= Beginning of Section =
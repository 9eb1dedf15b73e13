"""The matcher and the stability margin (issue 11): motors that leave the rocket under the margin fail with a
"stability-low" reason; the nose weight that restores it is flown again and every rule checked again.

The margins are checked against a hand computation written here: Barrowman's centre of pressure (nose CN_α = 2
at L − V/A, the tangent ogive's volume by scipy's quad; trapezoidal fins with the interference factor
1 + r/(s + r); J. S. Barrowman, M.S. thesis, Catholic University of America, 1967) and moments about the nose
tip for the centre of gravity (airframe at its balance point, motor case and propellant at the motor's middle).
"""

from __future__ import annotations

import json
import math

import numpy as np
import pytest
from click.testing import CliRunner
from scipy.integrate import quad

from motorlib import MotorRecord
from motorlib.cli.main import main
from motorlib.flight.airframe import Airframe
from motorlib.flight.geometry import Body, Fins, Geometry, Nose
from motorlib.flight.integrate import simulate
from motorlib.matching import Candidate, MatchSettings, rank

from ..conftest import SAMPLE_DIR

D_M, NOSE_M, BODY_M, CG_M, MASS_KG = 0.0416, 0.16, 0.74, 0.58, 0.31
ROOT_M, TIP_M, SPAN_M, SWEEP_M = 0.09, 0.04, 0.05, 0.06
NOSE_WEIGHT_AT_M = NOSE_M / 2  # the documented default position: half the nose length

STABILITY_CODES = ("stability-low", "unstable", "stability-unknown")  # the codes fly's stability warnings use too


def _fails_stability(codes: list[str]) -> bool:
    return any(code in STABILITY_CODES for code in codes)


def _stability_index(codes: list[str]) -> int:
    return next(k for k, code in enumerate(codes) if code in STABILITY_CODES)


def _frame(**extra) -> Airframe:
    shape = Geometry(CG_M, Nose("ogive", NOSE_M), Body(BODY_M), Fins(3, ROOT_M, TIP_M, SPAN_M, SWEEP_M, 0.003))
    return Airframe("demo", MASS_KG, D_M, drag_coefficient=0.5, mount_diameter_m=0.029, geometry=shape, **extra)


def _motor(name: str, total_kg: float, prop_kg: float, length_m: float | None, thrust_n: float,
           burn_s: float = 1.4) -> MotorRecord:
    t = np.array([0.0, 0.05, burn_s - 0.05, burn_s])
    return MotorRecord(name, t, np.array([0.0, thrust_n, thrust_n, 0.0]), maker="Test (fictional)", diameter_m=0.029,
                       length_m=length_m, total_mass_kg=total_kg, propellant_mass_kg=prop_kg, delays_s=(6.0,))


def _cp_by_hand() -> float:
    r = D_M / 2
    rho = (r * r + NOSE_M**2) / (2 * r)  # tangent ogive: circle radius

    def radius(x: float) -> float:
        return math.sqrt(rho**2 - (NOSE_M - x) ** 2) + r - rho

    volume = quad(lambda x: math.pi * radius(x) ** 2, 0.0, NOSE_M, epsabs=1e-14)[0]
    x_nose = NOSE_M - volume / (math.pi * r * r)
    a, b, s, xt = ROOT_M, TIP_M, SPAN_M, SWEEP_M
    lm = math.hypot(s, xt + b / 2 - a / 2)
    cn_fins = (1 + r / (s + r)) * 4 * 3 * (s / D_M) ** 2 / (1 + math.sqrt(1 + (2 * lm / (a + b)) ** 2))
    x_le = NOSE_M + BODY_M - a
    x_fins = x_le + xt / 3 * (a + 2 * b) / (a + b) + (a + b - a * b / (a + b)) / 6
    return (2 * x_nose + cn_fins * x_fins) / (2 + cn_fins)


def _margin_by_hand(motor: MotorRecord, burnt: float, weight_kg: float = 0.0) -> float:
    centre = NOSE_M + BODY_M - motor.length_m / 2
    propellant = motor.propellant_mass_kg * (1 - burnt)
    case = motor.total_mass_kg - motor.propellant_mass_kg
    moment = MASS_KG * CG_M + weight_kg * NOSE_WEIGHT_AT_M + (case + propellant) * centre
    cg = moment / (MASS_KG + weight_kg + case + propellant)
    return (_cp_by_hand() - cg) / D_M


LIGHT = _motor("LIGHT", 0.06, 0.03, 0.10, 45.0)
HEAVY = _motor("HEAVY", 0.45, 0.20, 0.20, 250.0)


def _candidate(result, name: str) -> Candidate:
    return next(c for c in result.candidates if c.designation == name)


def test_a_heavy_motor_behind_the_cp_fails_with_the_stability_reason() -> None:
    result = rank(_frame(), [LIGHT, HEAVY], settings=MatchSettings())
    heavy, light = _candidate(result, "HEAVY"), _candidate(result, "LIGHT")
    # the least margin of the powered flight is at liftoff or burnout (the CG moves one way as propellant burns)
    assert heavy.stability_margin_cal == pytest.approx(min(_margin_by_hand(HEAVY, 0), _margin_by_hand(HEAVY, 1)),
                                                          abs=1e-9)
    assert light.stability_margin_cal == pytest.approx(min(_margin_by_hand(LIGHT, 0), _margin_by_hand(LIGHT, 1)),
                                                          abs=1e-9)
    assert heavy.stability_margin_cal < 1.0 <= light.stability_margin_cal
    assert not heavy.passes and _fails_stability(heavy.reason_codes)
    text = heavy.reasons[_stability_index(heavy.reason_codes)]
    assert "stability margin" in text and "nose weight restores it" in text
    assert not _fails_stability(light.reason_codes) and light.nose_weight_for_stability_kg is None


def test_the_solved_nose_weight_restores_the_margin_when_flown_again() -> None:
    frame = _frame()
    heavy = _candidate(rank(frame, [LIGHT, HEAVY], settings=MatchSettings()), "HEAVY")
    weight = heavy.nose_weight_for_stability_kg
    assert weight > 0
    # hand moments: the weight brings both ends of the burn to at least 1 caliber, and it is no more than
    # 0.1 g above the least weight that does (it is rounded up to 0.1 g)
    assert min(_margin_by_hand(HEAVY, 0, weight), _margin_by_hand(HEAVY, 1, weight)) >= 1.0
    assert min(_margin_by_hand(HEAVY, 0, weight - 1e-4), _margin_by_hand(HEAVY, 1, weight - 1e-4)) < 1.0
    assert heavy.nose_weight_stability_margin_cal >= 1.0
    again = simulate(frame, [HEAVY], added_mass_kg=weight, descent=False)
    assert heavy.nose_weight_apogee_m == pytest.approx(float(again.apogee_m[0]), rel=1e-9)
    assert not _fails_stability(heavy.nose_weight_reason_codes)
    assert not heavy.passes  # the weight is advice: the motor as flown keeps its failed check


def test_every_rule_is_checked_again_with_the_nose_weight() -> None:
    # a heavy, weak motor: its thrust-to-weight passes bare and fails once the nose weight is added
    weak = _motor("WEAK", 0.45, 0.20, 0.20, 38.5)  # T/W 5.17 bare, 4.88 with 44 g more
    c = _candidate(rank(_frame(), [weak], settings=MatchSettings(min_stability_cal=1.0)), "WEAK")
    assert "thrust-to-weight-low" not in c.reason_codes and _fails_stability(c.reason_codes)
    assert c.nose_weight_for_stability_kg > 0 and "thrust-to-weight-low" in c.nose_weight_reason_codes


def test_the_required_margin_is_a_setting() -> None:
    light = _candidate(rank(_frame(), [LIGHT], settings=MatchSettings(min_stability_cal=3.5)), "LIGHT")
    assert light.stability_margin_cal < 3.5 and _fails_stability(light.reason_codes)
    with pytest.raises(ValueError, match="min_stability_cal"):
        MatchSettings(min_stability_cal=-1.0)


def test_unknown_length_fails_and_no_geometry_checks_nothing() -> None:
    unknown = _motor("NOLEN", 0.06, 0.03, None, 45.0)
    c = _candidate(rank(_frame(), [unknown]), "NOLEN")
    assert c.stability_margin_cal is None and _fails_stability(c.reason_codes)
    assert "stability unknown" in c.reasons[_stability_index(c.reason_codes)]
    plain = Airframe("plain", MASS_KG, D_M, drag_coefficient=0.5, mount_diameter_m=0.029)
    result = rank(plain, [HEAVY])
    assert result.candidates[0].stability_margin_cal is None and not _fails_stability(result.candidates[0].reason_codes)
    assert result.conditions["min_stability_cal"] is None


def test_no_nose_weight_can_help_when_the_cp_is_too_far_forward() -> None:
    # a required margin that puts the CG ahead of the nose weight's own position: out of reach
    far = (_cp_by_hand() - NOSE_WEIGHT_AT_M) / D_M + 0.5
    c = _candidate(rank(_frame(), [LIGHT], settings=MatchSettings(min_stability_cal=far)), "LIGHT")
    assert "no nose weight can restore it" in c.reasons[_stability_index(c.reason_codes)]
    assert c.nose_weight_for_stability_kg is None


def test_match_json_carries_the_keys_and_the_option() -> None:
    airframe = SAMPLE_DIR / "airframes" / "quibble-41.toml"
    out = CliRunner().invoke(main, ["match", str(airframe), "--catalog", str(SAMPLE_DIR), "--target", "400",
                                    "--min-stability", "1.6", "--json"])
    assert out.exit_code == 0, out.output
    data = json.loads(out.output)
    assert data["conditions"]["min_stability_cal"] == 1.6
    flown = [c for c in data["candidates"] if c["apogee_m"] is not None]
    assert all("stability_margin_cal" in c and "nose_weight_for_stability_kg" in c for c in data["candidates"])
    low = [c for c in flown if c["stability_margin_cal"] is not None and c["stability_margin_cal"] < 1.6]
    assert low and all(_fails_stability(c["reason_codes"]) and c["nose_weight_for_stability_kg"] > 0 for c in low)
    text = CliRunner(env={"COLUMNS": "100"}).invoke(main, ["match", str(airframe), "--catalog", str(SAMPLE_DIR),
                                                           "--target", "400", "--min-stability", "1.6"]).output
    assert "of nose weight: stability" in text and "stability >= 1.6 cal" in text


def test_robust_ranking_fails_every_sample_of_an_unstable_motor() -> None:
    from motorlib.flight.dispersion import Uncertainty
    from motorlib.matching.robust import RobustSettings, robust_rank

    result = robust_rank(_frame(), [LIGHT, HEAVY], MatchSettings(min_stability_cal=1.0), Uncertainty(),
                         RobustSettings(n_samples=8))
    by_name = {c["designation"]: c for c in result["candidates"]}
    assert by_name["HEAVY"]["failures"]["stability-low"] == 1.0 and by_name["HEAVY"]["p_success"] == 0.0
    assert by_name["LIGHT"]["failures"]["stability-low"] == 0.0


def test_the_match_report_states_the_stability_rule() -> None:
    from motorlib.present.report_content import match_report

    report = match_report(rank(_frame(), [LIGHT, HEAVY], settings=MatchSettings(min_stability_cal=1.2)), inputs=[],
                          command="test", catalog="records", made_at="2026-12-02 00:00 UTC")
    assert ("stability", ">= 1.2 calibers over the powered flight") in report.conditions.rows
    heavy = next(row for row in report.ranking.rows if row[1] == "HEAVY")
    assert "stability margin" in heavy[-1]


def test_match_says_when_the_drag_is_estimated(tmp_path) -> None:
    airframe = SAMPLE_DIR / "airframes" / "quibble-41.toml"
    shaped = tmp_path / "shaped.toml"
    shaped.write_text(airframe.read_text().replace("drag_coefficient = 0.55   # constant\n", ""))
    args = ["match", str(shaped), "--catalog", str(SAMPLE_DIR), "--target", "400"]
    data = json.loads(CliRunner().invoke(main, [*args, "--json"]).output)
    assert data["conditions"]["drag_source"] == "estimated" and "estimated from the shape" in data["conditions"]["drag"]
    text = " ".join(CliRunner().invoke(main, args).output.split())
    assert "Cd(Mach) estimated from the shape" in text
= End of Section =
= Beginning of Section =
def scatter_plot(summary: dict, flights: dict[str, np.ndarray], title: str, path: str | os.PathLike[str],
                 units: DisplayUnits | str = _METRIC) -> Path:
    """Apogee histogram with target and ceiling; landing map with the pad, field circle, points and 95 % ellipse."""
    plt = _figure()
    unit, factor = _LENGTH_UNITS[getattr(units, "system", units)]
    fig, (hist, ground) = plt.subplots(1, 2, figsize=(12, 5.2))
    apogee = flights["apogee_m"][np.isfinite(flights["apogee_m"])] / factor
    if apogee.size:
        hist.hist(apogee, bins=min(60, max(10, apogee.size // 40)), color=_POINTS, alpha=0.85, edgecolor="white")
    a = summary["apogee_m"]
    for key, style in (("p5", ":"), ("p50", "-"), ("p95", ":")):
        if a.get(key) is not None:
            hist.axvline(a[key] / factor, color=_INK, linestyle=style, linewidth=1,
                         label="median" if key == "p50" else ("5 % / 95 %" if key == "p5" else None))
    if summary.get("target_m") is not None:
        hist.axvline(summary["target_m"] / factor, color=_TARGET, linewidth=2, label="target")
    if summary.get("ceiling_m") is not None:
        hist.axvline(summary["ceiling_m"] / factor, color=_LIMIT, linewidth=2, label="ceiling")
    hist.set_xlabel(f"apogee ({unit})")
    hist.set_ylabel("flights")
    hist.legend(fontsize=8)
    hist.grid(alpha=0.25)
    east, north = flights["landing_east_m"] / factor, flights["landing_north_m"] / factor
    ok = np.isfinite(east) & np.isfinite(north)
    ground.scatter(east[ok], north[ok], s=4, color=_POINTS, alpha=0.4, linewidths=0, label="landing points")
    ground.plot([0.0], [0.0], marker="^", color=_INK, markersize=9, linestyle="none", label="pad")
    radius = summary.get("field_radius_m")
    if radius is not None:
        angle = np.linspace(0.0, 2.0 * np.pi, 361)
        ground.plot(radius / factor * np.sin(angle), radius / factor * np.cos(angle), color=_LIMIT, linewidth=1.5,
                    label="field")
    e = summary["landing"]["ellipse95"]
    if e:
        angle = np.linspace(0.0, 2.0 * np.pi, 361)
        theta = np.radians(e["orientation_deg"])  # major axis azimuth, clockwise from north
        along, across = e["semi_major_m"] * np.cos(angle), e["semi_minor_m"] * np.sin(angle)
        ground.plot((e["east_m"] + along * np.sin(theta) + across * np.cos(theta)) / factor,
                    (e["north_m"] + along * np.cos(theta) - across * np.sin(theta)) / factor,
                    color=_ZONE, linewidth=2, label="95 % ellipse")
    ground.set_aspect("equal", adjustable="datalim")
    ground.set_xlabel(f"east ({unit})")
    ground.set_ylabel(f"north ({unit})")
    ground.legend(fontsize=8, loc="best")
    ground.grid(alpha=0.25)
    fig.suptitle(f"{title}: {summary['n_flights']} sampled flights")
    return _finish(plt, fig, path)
= End of Section =
EXERCISE BRIEF: Would you retype the lines above from the one with "rank(_frame(), [LIGHT, HEAVY], settings=MatchSettings())" down to the one with "# 0.1 g above", word for word, both ends included and no other lines?

COMPLETED EXERCISE:
    result = rank(_frame(), [LIGHT, HEAVY], settings=MatchSettings())
    heavy, light = _candidate(result, "HEAVY"), _candidate(result, "LIGHT")
    # the least margin of the powered flight is at liftoff or burnout (the CG moves one way as propellant burns)
    assert heavy.stability_margin_cal == pytest.approx(min(_margin_by_hand(HEAVY, 0), _margin_by_hand(HEAVY, 1)),
                                                          abs=1e-9)
    assert light.stability_margin_cal == pytest.approx(min(_margin_by_hand(LIGHT, 0), _margin_by_hand(LIGHT, 1)),
                                                          abs=1e-9)
    assert heavy.stability_margin_cal < 1.0 <= light.stability_margin_cal
    assert not heavy.passes and _fails_stability(heavy.reason_codes)
    text = heavy.reasons[_stability_index(heavy.reason_codes)]
    assert "stability margin" in text and "nose weight restores it" in text
    assert not _fails_stability(light.reason_codes) and light.nose_weight_for_stability_kg is None


def test_the_solved_nose_weight_restores_the_margin_when_flown_again() -> None:
    frame = _frame()
    heavy = _candidate(rank(frame, [LIGHT, HEAVY], settings=MatchSettings()), "HEAVY")
    weight = heavy.nose_weight_for_stability_kg
    assert weight > 0
    # hand moments: the weight brings both ends of the burn to at least 1 caliber, and it is no more than
    # 0.1 g above the least weight that does (it is rounded up to 0.1 g)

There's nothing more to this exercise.